Revisi UU TNI Dikhawatirkan Munculkan Kembali Konflik antara Masyarakat dengan Militer
Dijelaskan, Revisi UU TNI sebenarnya sudah ada sejak 2010 dan baru pada tahun 2019 muncul Naskah Akademiknya.
Editor: Malvyandie Haryadi
TRIBUNNEWS.COM, JAKARTA - Tuntutan Gerakan Reformasi tahun 1998 adalah salah satunya menempatkan TNI kembali ke barak dan dipisahkan dari politik. Namun belakangan ini muncul draft RUU tentang revisi terhadap UU TNI yang dinilai berpotensi bermasalah.
Demikian hal ini disampaikan Direktur LBH Surabaya, Abdul Wahid, dalam diskusi yang digelar Fakultas Hukum Universitas Airlangga Surabaya dan IMPARSIAL, Kamis, 27 Juli 2023 bertema “Problematika Revisi UU TNI Ditinjau dari Perspektif Hukum, Politik dan Hak Asasi Manusia”.
"Draft revisi UU TNI yang beredar saat ini sangat berbahaya karena dapat menguatkan kembali konflik antara masyarakat dengan TNI, menguatkan kembali berbagai bentuk pelanggaran yang dilakukan oleh TNI karena TNI bisa terlibat dalam fungsi non-pertahanan. Padahal fungsi asli militer kita adalah untuk pertahanan," katanya.
Dijelaskan, Revisi UU TNI sebenarnya sudah ada sejak 2010 dan baru pada tahun 2019 muncul Naskah Akademiknya.
Ia melanjutkan, revisi UU TNI ini mencampuradukkan tugas pertahanan dan keamanan.
Sementara sebetulnya harus ada pemisahan yang jelas antara tugas pertahanan dan keamanan, jika tidak maka potensial terjadi konflik.
"Banyak substansi yang bermasalah di dalam draf revisi UU TNI ini salah satunya adalah terkait dengan peradilan militer. Sistem peradilan militer sangat tertutup. Seperti pengalaman LBH ketika mengadvokasi kasus bapak Indra Azwan yang anaknya tewas ditabrak oleh polisi, ketika itu Polri masih di bawah ABRI, dari tahun 1992 sampai sekarang kasusnya tidak selesai," katanya.
Ia mengkritik peradilan militer, yang menurutnya tidak ada praperadilan tidak ada dan juga tidak akuntabel.

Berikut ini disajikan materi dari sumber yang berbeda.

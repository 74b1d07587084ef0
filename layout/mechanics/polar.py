"""Outlines seen from the centre of the disc: split so that each piece rises or falls in angle and in radius.

A straight piece is r·cos(θ − φ) = d, with d the distance of its line from the centre and φ the
direction of its foot. A piece of a circle of radius a, whose centre lies at (c, ψ), is
r² − 2rc·cos(θ − ψ) + c² = a². Elementary geometry; lengths mm, angles radians.

One shape lies on every track, each time at another distance from the centre. All its outlines are split at once,
into pieces that know their outline.
"""

import cmath
import math
from collections.abc import Callable, Sequence
from dataclasses import dataclass
from itertools import pairwise
from typing import Literal

import numpy as np

from layout.mechanics.arrays import BoolArray, FloatArray, IntArray, counted_out

_SHORT = 1e-9  # mm or rad; stretches below it (a nanometre at a metre) are rounding, not shape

"Selain itu juga terdapat penambahan tugas militer selain perang, dari sebelumnya 14 menjadi 19 tugas. Angka yang ke 19 menjadi cek kosong bagi TNI untuk terlibat dalam berbagai urusan keamanan," katanya.
"Isu surplus perwira TNI tidak bisa diatasi dengan penambahan jabatan TNI aktif yang menempati jabatan sipil, melainkan beberapa solusi yang mesti dijalankan secara bersamaan seperti membatasi Sesko TNI, menerapkan meritokrasi sistem dalam kenaikan pangkat, dan membentuk divisi-divisi yang relevan dengan tugas-tugas pertahanan seperti divisi cyber pertahanan."
Menurutnya, masuknya klausul keamanan menjadi tugas TNI itu bertentangan dengan Konstitusi.
Sementara Joko Santoso, Dosen FISIP Universitas Airlangga mengatakan," Kalau kita lihat pada tahun 2019 sudah muncul naskah akademik terkait revisi UU TNI ini. Secara substansi Salah satu kritik RUU TNI adalah terkait diplomasi militer, kalau ini diloloskan maka nanti akan ada diplomat diplomat militer."
Menurutnya, kecil kemungkinan revisi UU TNI ini membawa perubahan yang diharapkan.
Sebaliknya kata dia, perubahan ini justru berpotensi membuka persoalan baru dan arus balik reformasi sektor keamanan yang telah kita upayakan sebelumnya.